WHAT THE EXERCISE ASKS -> Every record that follows should be written out again without any change.

*** RECORDS PROVIDED Section Begins ***

type jsonDesign struct {
	Column        string      `json:"column"`
	Storey        string      `json:"storey"`
	B             float64     `json:"b_mm"`
	H             float64     `json:"h_mm"`
	Shape         string      `json:"shape"`          // "rectangle" or "circle"
	D             *float64    `json:"D_mm,omitempty"` // the diameter of a circle
	Cover         float64     `json:"cover_mm"`
	Fck           float64     `json:"fck_MPa"`
	Fyk           float64     `json:"fyk_MPa"`
	NEd           float64     `json:"NEd_kN"`
	Axes          jsonAxes    `json:"axes"`
	Biaxial       jsonBiaxial `json:"biaxial"`
	AsReq         float64     `json:"As_req_mm2"`
	AsMin         float64     `json:"As_min_mm2"`
	AsMax         float64     `json:"As_max_mm2"`
	AsProv        float64     `json:"As_prov_mm2"`
	Bars          jsonBars    `json:"bars"`
	Links         jsonLinks   `json:"links"`
	Utilization   float64     `json:"utilization"`
	Status        string      `json:"status"`
	Governing     string      `json:"governing"`
	Steps         int         `json:"steps"`
	NRdMax        float64     `json:"NRd_max_kN"`
	Exact         *jsonExact  `json:"biaxial_exact,omitempty"`
	Interaction   *jsonCurves `json:"interaction,omitempty"`
	Reasons       []string    `json:"reasons"`
	Cautions      []string    `json:"cautions"`
	GoverningCase string      `json:"governing_case"`
	Cases         []jsonCase  `json:"cases"`
	Trace         []jsonStep  `json:"trace,omitempty"` // written by JSONStream.Design after the rest
}

// jsonCase is one load case of a design: its results with the design's bars.
type jsonCase struct {
	Name        string   `json:"name"`
	NEd         float64  `json:"NEd_kN"`
	Axes        jsonAxes `json:"axes"`
	Utilization float64  `json:"utilization"`
	Status      string   `json:"status"`
	Governing   string   `json:"governing"`
	Prefix      string   `json:"steps_prefix"` // what the IDs of its steps start with below COLUMN/LIFT/
}

// jsonExact is the exact biaxial resistance along the resultant design moment.
type jsonExact struct {
	MRd   float64 `json:"MRd_kNm"`
	MRdY  float64 `json:"MRd_y_kNm"`
	MRdZ  float64 `json:"MRd_z_kNm"`
	Ratio float64 `json:"ratio"`
	Angle float64 `json:"neutral_axis_deg"`
}

// jsonCurves holds the interaction data for plotting: [N kN, M kNm with the +face compressed,
// M kNm with the −face compressed] about each axis, and [My kNm, Mz kNm] round the contour at NEd.
type jsonCurves struct {
	NMY  [][3]float64 `json:"N_M_y"`
	NMZ  [][3]float64 `json:"N_M_z"`
	MyMz [][2]float64 `json:"My_Mz_at_NEd"`
}

type jsonResult struct {
	Tool        jsonTool          `json:"tool"`
	InputSHA256 string            `json:"input_sha256"`
	Code        jsonCode          `json:"code"`
	Designs     []jsonDesign      `json:"designs"`
	Sizes       []jsonSize        `json:"size_search,omitempty"`
	Basis       []jsonStep        `json:"basis"`
	Forms       []json.RawMessage `json:"forms"`
}

// sizeShape names a shape (model.ShapeRect or ShapeCircle) as results.json and the schedule give
// it: "rectangle" or "circle".
func sizeShape(shape string) string {
	if shape == model.ShapeCircle {
		return "circle"
	}
	return "rectangle"
}

// jsonSize is one column's result of the section-size finder.
type jsonSize struct {
	Column      string  `json:"column"`
	Found       bool    `json:"found"`
	Shape       string  `json:"shape"` // of the column, kept by the finder: "rectangle" or "circle" (b = h = D)
	B           float64 `json:"b_mm"`
	H           float64 `json:"h_mm"`
	GivenB      float64 `json:"given_b_mm"`
	GivenH      float64 `json:"given_h_mm"`
	AsProv      float64 `json:"As_prov_mm2"`
	Rho         float64 `json:"rho"`
	Utilization float64 `json:"utilization"`
	Tried       int     `json:"sizes_tried"`
}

*** RECORDS PROVIDED Section Ends ***

YOUR SOLUTION ->
type jsonDesign struct {
	Column        string      `json:"column"`
	Storey        string      `json:"storey"`
	B             float64     `json:"b_mm"`
	H             float64     `json:"h_mm"`
	Shape         string      `json:"shape"`          // "rectangle" or "circle"
	D             *float64    `json:"D_mm,omitempty"` // the diameter of a circle
	Cover         float64     `json:"cover_mm"`
	Fck           float64     `json:"fck_MPa"`
	Fyk           float64     `json:"fyk_MPa"`
	NEd           float64     `json:"NEd_kN"`
	Axes          jsonAxes    `json:"axes"`
	Biaxial       jsonBiaxial `json:"biaxial"`
	AsReq         float64     `json:"As_req_mm2"`
	AsMin         float64     `json:"As_min_mm2"`
	AsMax         float64     `json:"As_max_mm2"`
	AsProv        float64     `json:"As_prov_mm2"`
	Bars          jsonBars    `json:"bars"`
	Links         jsonLinks   `json:"links"`
	Utilization   float64     `json:"utilization"`
	Status        string      `json:"status"`
	Governing     string      `json:"governing"`
	Steps         int         `json:"steps"`
	NRdMax        float64     `json:"NRd_max_kN"`
	Exact         *jsonExact  `json:"biaxial_exact,omitempty"`
	Interaction   *jsonCurves `json:"interaction,omitempty"`
	Reasons       []string    `json:"reasons"`
	Cautions      []string    `json:"cautions"`
	GoverningCase string      `json:"governing_case"`
	Cases         []jsonCase  `json:"cases"`
	Trace         []jsonStep  `json:"trace,omitempty"` // written by JSONStream.Design after the rest
}

// jsonCase is one load case of a design: its results with the design's bars.
type jsonCase struct {
	Name        string   `json:"name"`
	NEd         float64  `json:"NEd_kN"`
	Axes        jsonAxes `json:"axes"`
	Utilization float64  `json:"utilization"`
	Status      string   `json:"status"`
	Governing   string   `json:"governing"`
	Prefix      string   `json:"steps_prefix"` // what the IDs of its steps start with below COLUMN/LIFT/
}

// jsonExact is the exact biaxial resistance along the resultant design moment.
type jsonExact struct {
	MRd   float64 `json:"MRd_kNm"`
	MRdY  float64 `json:"MRd_y_kNm"`
	MRdZ  float64 `json:"MRd_z_kNm"`
	Ratio float64 `json:"ratio"`
	Angle float64 `json:"neutral_axis_deg"`
}

// jsonCurves holds the interaction data for plotting: [N kN, M kNm with the +face compressed,
// M kNm with the −face compressed] about each axis, and [My kNm, Mz kNm] round the contour at NEd.
type jsonCurves struct {
	NMY  [][3]float64 `json:"N_M_y"`
	NMZ  [][3]float64 `json:"N_M_z"`
	MyMz [][2]float64 `json:"My_Mz_at_NEd"`
}

type jsonResult struct {
	Tool        jsonTool          `json:"tool"`
	InputSHA256 string            `json:"input_sha256"`
	Code        jsonCode          `json:"code"`
	Designs     []jsonDesign      `json:"designs"`
	Sizes       []jsonSize        `json:"size_search,omitempty"`
	Basis       []jsonStep        `json:"basis"`
	Forms       []json.RawMessage `json:"forms"`
}

// sizeShape names a shape (model.ShapeRect or ShapeCircle) as results.json and the schedule give
// it: "rectangle" or "circle".
func sizeShape(shape string) string {
	if shape == model.ShapeCircle {
		return "circle"
	}
	return "rectangle"
}

// jsonSize is one column's result of the section-size finder.
type jsonSize struct {
	Column      string  `json:"column"`
	Found       bool    `json:"found"`
	Shape       string  `json:"shape"` // of the column, kept by the finder: "rectangle" or "circle" (b = h = D)
	B           float64 `json:"b_mm"`
	H           float64 `json:"h_mm"`
	GivenB      float64 `json:"given_b_mm"`
	GivenH      float64 `json:"given_h_mm"`
	AsProv      float64 `json:"As_prov_mm2"`
	Rho         float64 `json:"rho"`
	Utilization float64 `json:"utilization"`
	Tried       int     `json:"sizes_tried"`
}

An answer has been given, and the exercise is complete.